# [EJB 3.0] @EJB Annotation?



## mikachu (11. Feb 2008)

Hallo Community,

hat schonmal wer mit der @EJB Annotation (EJB 3.0) gearbeitet?

Diese soll ja das Hantieren mit dem Context und dessen Lookup ersparen. Laut den Tutorials von Sun gklappt das mit stateful als auch mit stateless Session-Beans.

Konkret arbeite ich an einem Workshop unter Verwendung vom JBoss 4.2.2 und JDK 6.
Ich hab auch das Remote-Interface für die business logic und die Bean dazu erstellt.
Jetzt will ich den Client in ein anderes JAR und auch in ein anderes Projekt auslagern.

Aber erstmal soll das mit der @EJB-Annotation funktionieren ;-).

thx4help


----------



## Guest (11. Feb 2008)

Das geht nur innerhalb des Servers, nicht auf dem Client.


----------



## mikachu (11. Feb 2008)

Danke, das dacht ich mir schon fast.
Könnten die Verfasser solcher Schriften das nicht klar hinschreiben?
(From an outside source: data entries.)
fn point_figures(
    ev: &mut crate::evaluator::Evaluator,
    local: &[(usize, u32)],
    w: &crate::region::Worst,
    filtered: bool,
) -> PointFigures {
    let full = crate::region::value_at(ev, local, &w.states, w.op, Band::Full);
    // Behind a filter: the evaluator's ripple at the converter-side node
    // at the same point.
    let converter_node = filtered.then(|| {
        let n = ev.n_full;
        ev.fill_states(local, &w.states, n);
        ev.to_converter_node(n);
        (
            ev.pp_filled(w.op, Band::Limited),
            ev.pp_filled(w.op, Band::Full),
        )
    });
    PointFigures {
        limited: w.value,
        full,
        converter_node,
    }
}

/// The netlist's header: the scenario, the operating point and the
/// evaluator's figures there.
fn write_point(
    o: &mut String,
    problem: &Problem,
    ev: &crate::evaluator::Evaluator,
    op: &crate::converter::OperatingPoint,
    point: &PointFigures,
) {
    header(o, problem, "Output ripple of a capacitor bank (transient)");
    match op.vin {
        Some(v) => {
            let _ = writeln!(o, "* vin: {} V, inductance {} H (the worst point of the corner region per the evaluator)", v, op.inductance.map_or("-".to_string(), num));
        }
        None => {
            let _ = writeln!(o, "* vin: not given (one corner)");
        }
    }
    let _ = writeln!(
        o,
        "* converter: {}, ripple frequency {} Hz, duty {:.6}{}",
        problem.scenario.converter.topology.name(),
        num(op.f_ripple),
        op.duty,
        if op.mode.is_empty() {
            String::new()
        } else {
            format!(", {}", op.mode)
        }
    );
    let _ = writeln!(
        o,
        "* evaluator at this point: ripple_pp {} V at the target bandwidth, {} V at full bandwidth",
        num(point.limited),
        num(point.full)
    );
    let _ = writeln!(o, "*   ({} and {} harmonics)", ev.n_limited, ev.n_full);
    if let Some((lim, full)) = point.converter_node {
        let _ = writeln!(
            o,
            "* (at the load node, behind the post-filter); at the converter-side node: {} V and {} V",
            num(lim),
            num(full)
        );
    }
    let _ = writeln!(o);
}
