fn design_section(a: &Args) -> Result<String> {
    let mut rows = Vec::new();
    let mut exh = Vec::new();
    for &n in &a.sizes {
        eprintln!("ripplebank-bench: design with a synthetic catalog of {n} parts …");
        let r = spawn_one(n, a, false)?;
        eprintln!("ripplebank-bench:   {r}");
        rows.push(r);
        if n <= a.exhaustive_up_to {
            eprintln!(
                "ripplebank-bench: exhaustive design with a synthetic catalog of {n} parts …"
            );
            let r = spawn_one(n, a, true)?;
            eprintln!("ripplebank-bench:   {r}");
            exh.push(r);
        }
    }
    let mut o = String::new();
    writeln!(o, "## Design time and memory against catalog size\n")?;
    writeln!(
        o,
        "Bundled demo scenario, synthetic invented catalogs (demo rows jittered, {:.0} % exact electrical copies at another cost, seed {}), \
         `optimize::design` with default settings, each size in its own process (limit {} s). Time is the `design` call alone; \
         peak memory is the process's VmHWM.\n",
        a.duplicates * 100.0,
        a.seed,
        a.max_seconds
    )?;
    writeln!(o, "| catalog size | candidates after pruning | time (s) | peak memory (MB) | status | cost | eligible | dominated | evaluations | line sets solved / total |")?;
    writeln!(o, "|---:|---:|---:|---:|---|---:|---:|---:|---:|---|")?;
    for r in &rows {
        let st = r.get("stats").cloned().unwrap_or(Value::Null);
        let num = |v: &Value, k: &str| {
            v.get(k)
                .and_then(Value::as_u64)
                .map_or("–".to_string(), |x| x.to_string())
        };
        let timeout = r.get("timeout").is_some();
        writeln!(
            o,
            "| {} | {} | {}{:.2} | {} | {} | {} | {} | {} | {} | {} / {} |",
            r["rows"],
            num(&st, "candidates"),
            if timeout { "> " } else { "" },
            get_f(r, "seconds_design").unwrap_or(f64::NAN),
            get_f(r, "peak_mb").map_or("–".into(), |m| format!("{m:.1}")),
            r["status"].as_str().unwrap_or("?"),
            get_f(r, "cost").map_or("–".into(), |c| format!("{c:.3}")),
            num(r, "eligible"),
            num(&st, "dominated"),
            num(&st, "evaluations"),
            num(&st, "line_sets_solved"),
            num(&st, "line_sets_total"),
        )?;
    }
    writeln!(o)?;
    for r in &rows {
        if let Some(b) = r.get("bank").and_then(Value::as_array) {
            let bank: Vec<&str> = b.iter().filter_map(Value::as_str).collect();
            writeln!(
                o,
                "- {} parts: {} (ripple {}); catalog+problem {:.2} s; stats `{}`",
                r["rows"],
                if bank.is_empty() {
                    "no bank".to_string()
                } else {
                    bank.join(", ")
                },
                get_f(r, "ripple_pp").map_or("–".into(), |v| format!("{:.3} mV", v * 1e3)),
                get_f(r, "seconds_catalog").unwrap_or(0.0)
                    + get_f(r, "seconds_problem").unwrap_or(0.0),
                r.get("stats").map_or(String::new(), |s| s.to_string())
            )?;
        }
    }
    if !exh.is_empty() {
        writeln!(o, "\n### Against enumeration of every line set\n")?;
        writeln!(o, "Same catalogs, `exhaustive_limit` unbounded (every line set bounded and, if needed, solved): the default search's gap.\n")?;
        writeln!(o, "| catalog size | default: status | default: cost | exhaustive: status | exhaustive: cost | exhaustive: time (s) | exhaustive: peak memory (MB) | exhaustive: line sets solved / total |")?;
        writeln!(o, "|---:|---|---:|---|---:|---:|---:|---|")?;
        for e in &exh {
            let Some(r) = rows.iter().find(|r| r["rows"] == e["rows"]) else {
                continue;
            };
            let st = e.get("stats").cloned().unwrap_or(Value::Null);
            let num = |v: &Value, k: &str| {
                v.get(k)
                    .and_then(Value::as_u64)
                    .map_or("–".to_string(), |x| x.to_string())
            };
            let cost = |v: &Value| get_f(v, "cost").map_or("–".into(), |c| format!("{c:.4}"));
            writeln!(
                o,
                "| {} | {} | {} | {} | {} | {}{:.2} | {} | {} / {} |",
                e["rows"],
                r["status"].as_str().unwrap_or("?"),
                cost(r),
                e["status"].as_str().unwrap_or("?"),
                cost(e),
                if e.get("timeout").is_some() { "> " } else { "" },
                get_f(e, "seconds_design").unwrap_or(f64::NAN),
                get_f(e, "peak_mb").map_or("–".into(), |m| format!("{m:.1}")),
                num(&st, "line_sets_solved"),
                num(&st, "line_sets_total"),
            )?;
        }
    }
    Ok(o)
}

fn run(a: &Args) -> Result<()> {
    if let Some(n) = a.one {
        return run_one(n, a);
    }
    if let Some(name) = &a.hard_one {
        return hard::run_one(name, a);
    }
    if let Some(n) = a.emit_catalog {
        let text = match a.family.as_str() {
            "demo" => synthetic_csv(n, a.duplicates, a.seed)?,
            "a" => families::family_a(n, a.seed),
            "b" => families::family_b(n, a.seed),
            other => bail!("--family: `{other}` is not demo, a or b"),
        };
        use std::io::Write;
        return match std::io::stdout().lock().write_all(text.as_bytes()) {
            Err(e) if e.kind() != std::io::ErrorKind::BrokenPipe => Err(e.into()),
            _ => Ok(()),
        };
    }
    if !(0.0..1.0).contains(&a.duplicates) {
        bail!("--duplicates: {} is not in [0, 1)", a.duplicates);
    }
    if a.evals == 0 {
        bail!("--evals: must be at least 1");
    }
    let mut md = String::from("# ripplebank benchmarks\n\n");
    print!("{md}");
    if let Some(rows) = &a.hard {
        let sec = hard::section(a, rows)?;
        print!("{sec}");
        md.push_str(&sec);
        if let Some(f) = &a.write {
            std::fs::write(f, &md).with_context(|| format!("{}: cannot write", f.display()))?;
        }
        return Ok(());
    }
    if !a.no_evaluator {
        // Printed at once, so the figure is visible while the designs run.
        let sec = evaluator_section(a)?;
        print!("{sec}");
        md.push_str(&sec);
    }
    if !a.no_design {
        let sec = design_section(a)?;
        print!("{sec}");
        md.push_str(&sec);
        let sec = hard::section(a, &[])?;
        print!("{sec}");
        md.push_str(&sec);
    }
    if let Some(f) = &a.write {
        std::fs::write(f, &md).with_context(|| format!("{}: cannot write", f.display()))?;
    }
    Ok(())
}
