#[cfg(test)]
mod tests {
    use super::*;
    use crate::network::Branch;

    fn spec(rise: f64) -> Spec {
        Spec {
            load_step: 5.0,
            max_deviation: 0.05,
            crossover: 50e3,
            rise_time: rise,
        }
    }

    fn part(c: f64, esr: f64, esl: f64) -> PartModel {
        PartModel {
            index: 0,
            c_worst: c,
            c_typical: c,
            c_high: c,
            esr_min: esr,
            esr_max: esr,
            c_nominal: c,
            c_limit: c,
            esr,
            esl,
            cost: 1.0,
            area: 1.0,
            rating: None,
        }
    }

    fn one(c: f64, esr: f64, esl: f64, sp: Spec) -> f64 {
        let parts = [part(c, esr, esl)];
        let mut m = StepModel::with_network(sp, Network::new(None, 0.0), &parts);
        m.deviation(&[(0, 1)], &[LineState { c, esr }])
    }

    /// A lightly damped post-filter: the window that covers [`RINGS`]
    /// periods of the ring gives the same deviation as the one that
    /// covers its whole decay (the periodic reference of the same
    /// transform, wrap-around below 1e−7), and both grids differ in size.
    #[test]
    fn the_peak_window_matches_the_whole_decay_behind_a_ringing_filter() {
        let sp = Spec {
            load_step: 0.5,
            max_deviation: 0.02,
            crossover: 20e3,
            rise_time: 1e-6,
        };
        let inductor = |l: f64, dcr: f64| TailLine {
            model: part(l, dcr, 0.0),
            count: 1,
            role: TailRole::Inductor { cp: 2e-12 },
        };
        let cap = |c: f64, esr: f64, esl: f64, n: u32, role: TailRole| TailLine {
            model: part(c, esr, esl),
            count: n,
            role,
        };
        for (l, dcr, r_damp) in [
            (1e-6, 5e-3, 0.5),
            (2.2e-6, 10e-3, 2.0),
            (0.47e-6, 2e-3, 0.2),
        ] {
            let tail = vec![
                inductor(l, dcr),
                cap(10e-6, 3e-3, 0.4e-9, 4, TailRole::Load),
                cap(
                    47e-6,
                    30e-3,
                    1e-9,
                    1,
                    TailRole::Damping { resistance: r_damp },
                ),
            ];
            let parts = [part(22e-6, 3e-3, 0.5e-9), part(100e-6, 25e-3, 1.5e-9)];
            let bank = [(0usize, 3u32), (1, 1)];
            let states: Vec<LineState> = parts
                .iter()
                .map(|p| LineState {
                    c: p.c_worst,
                    esr: p.esr_max,
                })
                .chain(tail.iter().map(|t| LineState {
                    c: t.model.c_worst,
                    esr: t.model.esr_max,
                }))
                .collect();
            let mk = || {
                StepModel::with_network(sp, Network::new(None, 1e-9), &parts)
                    .with_tail(tail.clone())
            };
            let mut fast = mk();
            let d_fast = fast.deviation(&bank, &states);
            let mut slow = mk();
            slow.horizon = Horizon::Settle;
            let d_slow = slow.deviation(&bank, &states);
            let (n_fast, n_slow) = (fast.work, slow.work);
            eprintln!("L {l:e}: peak window {d_fast:.6e} V ({n_fast} points), whole decay {d_slow:.6e} V ({n_slow} points)");
            assert!(n_slow > n_fast, "the whole decay is the longer window");
            assert!(
                (d_fast - d_slow).abs() <= 1e-5 * d_slow,
                "{d_fast} vs {d_slow}"
            );
        }
    }

    #[test]
    fn pure_capacitance_is_the_closed_form() {
        // Closed form of the model: I_load(s) = ΔI/s (ideal step), the
        // converter delivers ΔI·ω_c/(s+ω_c), the capacitor carries the
        // rest, so V(s) = −ΔI/s · (1/(sC)) · s/(s+ω_c) = −ΔI/(C·s·(s+ω_c))
        // and v(t) = −ΔI/(ω_c·C) · (1 − e^{−ω_c t}) (inverse Laplace
        // transform, any circuits text, e.g. Hayt & Kemmerly, Engineering
        // Circuit Analysis, the Laplace transform). It is monotone, so the
        // peak is the settled value ΔI/(2π f_c C). A ramped step only delays
        // it (the final-value theorem gives the same limit), so the closed
        // form holds for every rise time.
        for (c, rise) in [(100e-6, 1e-6), (1e-3, 0.2e-6), (22e-6, 5e-6)] {
            let sp = spec(rise);
            let d = one(c, 0.0, 0.0, sp);
            let want = sp.load_step / (2.0 * PI * sp.crossover * c);
            assert!(
                (d - want).abs() <= 0.005 * want,
                "C = {c}: {d} vs {want} ({:+.4} %)",
                (d / want - 1.0) * 100.0
            );
            eprintln!("pure C {c:e}: error {:+.5} %", (d / want - 1.0) * 100.0);
        }
    }

    #[test]
    fn resistor_and_capacitor_peak_is_the_closed_form() {
        // Series R-C under the model (closed form by the Laplace transform,
        // Hayt & Kemmerly, Engineering Circuit Analysis): with a linear
        // ramp of length r, the converter's low-pass of it leaves the
        // capacitor branch i(t) = ΔI/(r·ω_c)·(1 − e^{−ω_c t}) during the
        // ramp, so at the ramp's end v = R·i(r) + (1/C)·∫_0^r i dt with
        // ∫_0^r i = ΔI/(r·ω_c)·(r − (1 − e^{−ω_c r})/ω_c). Afterwards the
        // R term decays (as e^{−ω_c t}) and the C term rises to ΔI/(ω_c C):
        // for the two cases below the peak is the larger of the two.
        let sp = spec(100e-9);
        let c = 470e-6;
        let (w, r) = (sp.omega_c(), sp.ramp());
        for esr in [1e-3, 20e-3] {
            let d = one(c, esr, 0.0, sp);
            let i_end = sp.load_step / (r * w) * (1.0 - (-w * r).exp());
            let q_end = sp.load_step / (r * w) * (r - (1.0 - (-w * r).exp()) / w);
            let want = (esr * i_end + q_end / c).max(sp.settled(c));
            assert!((d - want).abs() <= 0.002 * want, "ESR {esr}: {d} vs {want}");
        }
    }

    #[test]
    fn esl_adds_its_ramp_voltage_to_the_esr_step() {
        // The capacitor branch carries i(t) = ΔI/(r·ω_c)·(1 − e^{−ω_c t})
        // during a ramp of length r (the load ramp less the converter's
        // low-pass of it). An ESL L adds L·di/dt = L·ΔI/r·e^{−ω_c t} on top of
        // R·i and the capacitor's charge (Kirchhoff's voltage law); with a
        // large capacitance the peak is at the ramp's end, where the ESL
        // term drops.
        let sp = Spec {
            crossover: 2e3,
            ..spec(1e-6)
        };
        let (c, r, l) = (0.05, 2e-3, 2e-9);
        let d = one(c, r, l, sp);
        let (w, ramp, di) = (sp.omega_c(), sp.ramp(), sp.load_step);
        let e = (-w * ramp).exp();
        let i_end = di / (ramp * w) * (1.0 - e);
        let q_end = di / (ramp * w) * (ramp - (1.0 - e) / w);
        let want = r * i_end + l * di / ramp * e + q_end / c;
        assert!((d - want).abs() <= 0.002 * want, "{d} vs {want}");
    }

    #[test]
    fn internal_capacitance_counts_and_the_settled_value_is_reached() {
        // With the converter's own capacitance and a connection inductance
        // the settled value is ΔI/(ω_c·C_total) (at DC every capacitor is in
        // parallel; final-value theorem).
        let sp = spec(1e-6);
        let parts = [part(100e-6, 2e-3, 0.5e-9)];
        let net = Network::new(
            Some(Branch {
                esr: 5e-3,
                esl: 1e-9,
                c: 200e-6,
            }),
            1e-9,
        );
        let mut m = StepModel::with_network(sp, net, &parts);
        let st = [LineState {
            c: 100e-6,
            esr: 2e-3,
        }];
        let r = m.response(&[(0, 2)], &st);
        let last = r.last().unwrap().1;
        let want = -sp.settled(400e-6);
        assert!(
            (last - want).abs() <= 0.003 * want.abs(),
            "{last} vs {want}"
        );
        let d = m.deviation(&[(0, 2)], &st);
        assert!(d >= want.abs() * 0.999);
    }

    #[test]
    fn evaluating_allocates_no_new_grid() {
        // The grids are built once; a bank of a part in the list uses one of them.
        let sp = spec(1e-6);
        let parts = [part(100e-6, 2e-3, 0.5e-9), part(10e-6, 5e-3, 0.3e-9)];
        let mut m = StepModel::with_network(sp, Network::new(None, 0.0), &parts);
        let grids = m.core.grids.len();
        let st = [
            LineState {
                c: 100e-6,
                esr: 2e-3,
            },
            LineState {
                c: 10e-6,
                esr: 5e-3,
            },
        ];
        let a = m.deviation(&[(0, 3), (1, 4)], &st);
        assert!(a.is_finite() && a > 0.0);
        assert_eq!(m.core.grids.len(), grids);
    }
}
Oder gibt es eine bessere, elegantere Lösung für den Client, dass dieser gleich mit in die EAR eingepackt werden kann. So ist es zumindest in dem Java EE SDK, denn da gibt es eine appclient.bat, welche diese Aufgabe übernimmt.
Mit Hilfe dieses Skriptes kann man auf die Client-Applikation innerhalb der EAR zugreifen.

Gibt es sowas auch für den JBoss 4.2.2?

thx again


----------



## crypti (2. Apr 2008)

Hi!

Ich versuche mich hier gerade an den Message Driven Beans und stehe vor einem Problem das ich momentan nicht gelöst bekomme. Vielleicht habe ich ja auch einen falschen Ansatz...

Ich möchte eine MDB an verschiedene Message Queues anbinden. Dazu soll immer die gleiche Klasse verwendet werden. Durch eine ankommende Nachricht wird die Klasse ja dann instanziiert und es kann darin gearbeitet werden.
Wenn man das per Annotations macht, dann kann man die Klasse ja nur einmal verwenden.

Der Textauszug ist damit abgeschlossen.